Hi finance, I understand what you are saying. You are thinking really long term and you are very optimistic. I can't see a 4-5% increase per year happening every year. I don't know how secure your job is and that of your presumed partner, but s happens and when it does this type of liability can bankrupt you. I know, I've been there. Two mortgages is very difficult for the average person or family to maintain. You will not have a good tenant that pays on time every single month. There will be good ones and bad ones. With the figures you presented, the bad will outweigh the good over the long term. IMHO.

As to whether I sold and came out ahead, that's a bit of a loaded question.  Firstly, yes, in the 4 years I owned the property I did sell it for about 5% more than I paid. It took me about 9 months to sell, at a very critical time of life when finding work was proving to be impossible. I nearly lost it all. When I finally did sell (praise the Lord), the difference between what I still owed on the mortgage after I paid the RE agent and lawyers was nice cash in my pocket, but it doesn't tell the story of how much I shelled out the previous 4 years in condo fees, taxes, repairs and rental mgmt fees to get to that point. I was very lucky to sell apparently and this was a quality tower condo in a very nice part of Mississauga, very clean, new (2003) bldg. In the final analysis I wouldn't say *I* ended up ahead, it was a lot of work and stress and PITA as mentioned by berube and the middlemen like the banks with their interest, city taxes, condo fee surplus reserve, RE agents, rental mgmt and lawyers seemed to be the only ones who made any money.


----------



## Berubeland (Sep 6, 2009)

*You will not have a good tenant that pays on time every single month.*

Even with all my negative experiences and time in the business I dispute this. 90% of tenants pay their rent every month. 

If I look at the townhouse property I manage which is filled to the brim with lower class tenants...
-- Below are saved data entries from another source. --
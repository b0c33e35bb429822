import { describe, expect, it } from 'vitest';
import { applyIsotonic, fitIsotonic, overallAccuracy, poolAdjacentViolators, smoothIsotonic } from '../../src/eval/calibration.js';
import { evaluateOnHoldout } from '../../src/eval/calibration-holdout.js';
import { evaluateThresholds, proposeThresholds, type CalibrationSample } from '../../src/eval/calibration-thresholds.js';

describe('pool-adjacent-violators', () => {
  it('solves the textbook exercise (23, 27, 25, 28)', () => {
    // Source: Robert and Casella (2005), Monte Carlo Statistical Methods, 2nd ed., the pool-adjacent-violators
    // exercise in chapter 1 (data and answer 23, 26, 26, 28 as worked at mc.hohoweiya.xyz/misc; the exercise
    // number from memory). By hand: 27 > 25 violates, pool to (27 + 25) / 2 = 26; 23 <= 26 <= 28 holds.
    expect(poolAdjacentViolators([23, 27, 25, 28])).toEqual([23, 26, 26, 28]);
  });

  it('pools weighted blocks repeatedly (hand computation)', () => {
    // Data of the same book's follow-up exercise, y = (18, 17, 12, 21, 16), weights (1, 1, 3, 3, 1), here under
    // the simple order. By hand: 18 > 17 -> (18 + 17) / 2 = 17.5 (w 2); 17.5 > 12 -> (35 + 36) / 5 = 14.2 (w 5);
    // 14.2 <= 21 holds; 21 > 16 -> (63 + 16) / 4 = 19.75 (w 4); 14.2 <= 19.75 holds.
    const fit = poolAdjacentViolators([18, 17, 12, 21, 16], [1, 1, 3, 3, 1]);
    [14.2, 14.2, 14.2, 19.75, 19.75].forEach((v, i) => expect(fit[i]).toBeCloseTo(v, 12));
  });

  it('turns right/wrong outcomes sorted by confidence into observed accuracy (hand computation)', () => {
    // y = 0 1 0 0 1 0 1 1 by increasing confidence. By hand: 1 > 0 pools to 0.5; 0.5 > 0 pools the three to 1/3;
    // 1 then 0 pools to 0.5 (>= 1/3 holds); 1, 1 hold. Fit: 0, 1/3 x3, 1/2 x2, 1, 1.
    const fit = poolAdjacentViolators([0, 1, 0, 0, 1, 0, 1, 1]);
    [0, 1 / 3, 1 / 3, 1 / 3, 0.5, 0.5, 1, 1].forEach((v, i) => expect(fit[i]).toBeCloseTo(v, 12));
  });

  it('pools tied inputs and evaluates between levels at the lower level', () => {
    // x = 0.5 appears twice with outcomes 1 and 0: tied inputs must map to one value, their mean 0.5 (de Leeuw
    // 1977's secondary approach, from memory). With 0.2 -> 0 and 0.9 -> 1 the fit is 0, 0.5, 1.
    const map = fitIsotonic([
      { x: 0.9, y: 1 },
      { x: 0.5, y: 1 },
      { x: 0.2, y: 0 },
      { x: 0.5, y: 0 },
    ]);
    expect(map.steps.map((s) => [s.from, s.to, s.value, s.weight])).toEqual([
      [0.2, 0.2, 0, 1],
      [0.5, 0.5, 0.5, 2],
      [0.9, 0.9, 1, 1],
    ]);
    expect(applyIsotonic(map, 0.7)).toBe(0.5); // between 0.5 and 0.9: the lower level
    expect(applyIsotonic(map, 0.05)).toBe(0);
    expect(applyIsotonic(map, 1)).toBe(1);
  });
});

function samples(field: string, rows: [number, boolean][], decidable = true): CalibrationSample[] {
  return rows.map(([confidence, correct]) => ({ field, type: 'text', confidence, correct, decidable }));
}

// Field A, by hand: outcomes by confidence 0 0 1 0 1 1 1 1 1 1 fit to levels
// [0.2, 0.4] -> 0 (2 samples), [0.5, 0.6] -> 0.5 (2), [0.7, 1.0] -> 1 (6).
const fieldA = samples('a', [
  [0.2, false],
  [0.4, false],
  [0.5, true],
  [0.6, false],
  [0.7, true],
  [0.8, true],
  [0.9, true],
  [0.95, true],
  [0.98, true],
  [1, true],
]);
// Field B, by hand: outcomes 1 1 1 0 1 fit to [0.3, 0.95] -> 3/4 (4 samples), [0.99] -> 1 (1).
const fieldB = samples('b', [
  [0.3, true],
  [0.5, true],
  [0.9, true],
  [0.95, false],
  [0.99, true],
]);

describe('review thresholds for a target error', () => {
  it('accepts whole levels while the error among accepted stays under the target (one field, by hand)', () => {
    // Target 10 %: level 1 (6 samples, 0 errors) is in; adding level 0.5 gives 1 error in 8 = 12.5 % > 10 %.
    let p = proposeThresholds(fieldA, { targetError: 0.1, minSamples: 1 });
    expect(p.fields[0]).toMatchObject({ field: 'a', threshold: 0.7, accepted: 6, acceptedErrors: 0, scope: 'field' });
    // Target 12.5 %: 1 in 8 is exactly on target, so the threshold drops to that level's lowest confidence.
    p = proposeThresholds(fieldA, { targetError: 0.125, minSamples: 1 });
    expect(p.fields[0]).toMatchObject({ threshold: 0.5, accepted: 8, acceptedErrors: 1 });
    expect(p.fields[0].acceptedShare).toBeCloseTo(0.8, 12);
  });

  it('shares the error budget across fields, taking the most reliable levels first (by hand)', () => {
    // Levels by calibrated accuracy: b[0.99] p=1 n=1, a[0.7..] p=1 n=6, b[0.3..0.95] p=3/4 n=4, a[0.5..0.6] p=1/2
    // n=2, a[0.2..0.4] p=0 n=2. Target 12.5 %: after the two p=1 levels (7, 0 errors), b's 3/4 level adds
    // 4 x 1/4 = 1 expected error: 1 / 11 = 9.1 % <= 12.5 %; a's 1/2 level would make 2 / 13 = 15.4 % > 12.5 %.
    let p = proposeThresholds([...fieldA, ...fieldB], { targetError: 0.125, minSamples: 1 });
    const by = Object.fromEntries(p.fields.map((f) => [f.field, f]));
    expect(by.a.threshold).toBe(0.7);
    expect(by.b.threshold).toBe(0.3);
    expect([p.accepted, p.acceptedErrors]).toEqual([11, 1]);
    // Target 5 %: b's 3/4 level (1 / 11 = 9.1 %) no longer fits, so b keeps only its top level.
    p = proposeThresholds([...fieldA, ...fieldB], { targetError: 0.05, minSamples: 1 });
    const by5 = Object.fromEntries(p.fields.map((f) => [f.field, f]));
    expect([by5.a.threshold, by5.b.threshold]).toEqual([0.7, 0.99]);
    expect([p.accepted, p.acceptedErrors]).toEqual([7, 0]);
  });

  it('pools sparse fields into their type and never counts invalid values as accepted', () => {
    const invalid = samples('a', [[0.99, false]], false);
    const p = proposeThresholds([...fieldA, ...fieldB, ...invalid], { targetError: 0.1, minSamples: 12 });
    expect(p.fields.map((f) => f.scope)).toEqual(['type', 'type']); // 11 and 5 samples < 12, the type has 16
    const a = p.fields.find((f) => f.field === 'a')!;
    expect(a.samples).toBe(11);
    // The invalid sample sits above the threshold but a threshold does not decide its fate.
    expect(a.accepted).toBe(fieldA.filter((s) => s.confidence >= a.threshold).length);
  });

  it('proposes 1 for a field no level of which meets the target', () => {
    const p = proposeThresholds(samples('c', [[0.5, false], [0.9, false]]), { targetError: 0.005, minSamples: 1 });
    expect(p.fields[0]).toMatchObject({ threshold: 1, accepted: 0 });
  });
});

describe('thresholds on held-out samples', () => {
  it('counts what the thresholds accept and how many of those are wrong (by hand)', () => {
    // Thresholds a 0.7, b 0.3. Field A: 0.7 .. 1 accepted (6, all right). Field B: all 5 reach 0.3, one wrong
    // (0.95). A non-decidable sample at 0.99 stays out. Accepted 11 of 16, 1 wrong.
    const held = [...fieldA, ...fieldB, ...samples('a', [[0.99, false]], false)];
    const o = evaluateThresholds(held, (f) => (f === 'a' ? 0.7 : 0.3));
    expect(o).toEqual({ samples: 16, accepted: 11, acceptedErrors: 1, acceptedShare: 11 / 16, errorAmongAccepted: 1 / 11 });
  });
});

describe('fit on one half, measure on the other', () => {
  it('applies the fitted thresholds and maps to held-out samples (hand computation)', () => {
    const held = samples('a', [
      [0.65, false],
      [0.75, true],
      [0.85, false],
      [0.9, true],
    ]);
    const h = evaluateOnHoldout(fieldA, held, { targetError: 0.1, minSamples: 1, bins: 15, fallbackThreshold: () => 0.8 });
    // Fitted threshold for a: 0.7 (see above) accepts 0.75, 0.85, 0.9: 3 accepted, 1 wrong. The schema's 0.8
    // accepts 0.85 and 0.9: 2 accepted, 1 wrong.
    expect(h.after).toMatchObject({ accepted: 3, acceptedErrors: 1 });
    expect(h.before).toMatchObject({ accepted: 2, acceptedErrors: 1 });
    // ECE, M = 15 (Guo et al. 2017), by hand. Stated: 0.65 -> bin 10 (gap 0.65), 0.75 -> bin 12 (0.25),
    // 0.85 -> bin 13 (0.85), 0.9 -> bin 14 (0.1); each weight 1/4: (0.65 + 0.25 + 0.85 + 0.1) / 4 = 0.4625.
    expect(h.eceRaw).toBeCloseTo(0.4625, 12);
    // Through a's map: 0.65 lies between levels and takes the lower one, 0.5 (bin 8, gap 0.5, weight 1/4);
    // the other three map to 1 (bin 15: accuracy 2/3, gap 1/3, weight 3/4). ECE = 0.125 + 0.25 = 0.375.
    expect(h.eceCalibrated).toBeCloseTo(0.375, 12);
  });
});

describe('smoothIsotonic (a Beta prior on each level)', () => {
  it("gives Laplace's rule of succession with prior 1/2 and strength 2", () => {
    // Laplace's rule of succession: after k successes in n trials, (k + 1) / (n + 2) (Laplace 1814, Essai
    // philosophique sur les probabilites; the formula as textbooks state it, from memory): 10 of 10 -> 11/12.
    const map = fitIsotonic(Array.from({ length: 10 }, (_, i) => ({ x: 0.9 + i / 100, y: 1 })));
    const s = smoothIsotonic(map, 0.5, 2);
    expect(s.steps).toHaveLength(1);
    expect(applyIsotonic(s, 0.95)).toBeCloseTo(11 / 12, 12);
  });

  it('keeps no level at 1 and restores the order a small top level loses', () => {
    // Levels by hand: 2 of 4 right at 0.1, 299 of 300 at 0.5, 3 of 3 at 0.9; PAV keeps the three apart.
    const pts = [
      ...[1, 1, 0, 0].map((y) => ({ x: 0.1, y })),
      ...Array.from({ length: 300 }, (_, i) => ({ x: 0.5, y: i === 0 ? 0 : 1 })),
      ...[1, 1, 1].map((y) => ({ x: 0.9, y })),
    ];
    const map = fitIsotonic(pts);
    expect(map.steps.map((s) => s.value)).toEqual([0.5, 299 / 300, 1]);
    const prior = overallAccuracy(map);
    expect(prior).toBeCloseTo(304 / 307, 12);
    const s = smoothIsotonic(map, prior, 4);
    // Shrunk: (299 + 4p) / 304 and (3 + 4p) / 7; the second falls under the first, so PAV pools them with weights
    // 304 and 7: (299 + 3 + 8p) / 311.
    expect(s.steps).toHaveLength(2);
    expect(s.steps[0].value).toBeCloseTo((2 + 4 * prior) / 8, 12);
    expect(s.steps[1].value).toBeCloseTo((302 + 8 * prior) / 311, 12);
    expect(s.steps[1].value).toBeLessThan(1);
    expect(s.steps[1]).toMatchObject({ from: 0.5, to: 0.9, weight: 303 });
    expect(smoothIsotonic(map, prior, 0)).toBe(map);
  });
});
About 70% pay on time every month.... the further 20% pay every month but late and the other 10% skip or are evicted. The selection process there is extremely loose. The units are kept filled.... period.


----------



## the-royal-mail (Dec 11, 2009)

Thanks berube, great figures!

If I may, 90% seems quite low to me. In the OP's case, he is depending upon that money every month to be able to keep paying for the costs of running the property. Chasing the few who don't fulfill their obligations would surely tip the scale against anyone buying or keeping rentals to invest, unless they have lots of cash and can afford to take that hit of missing rent every month.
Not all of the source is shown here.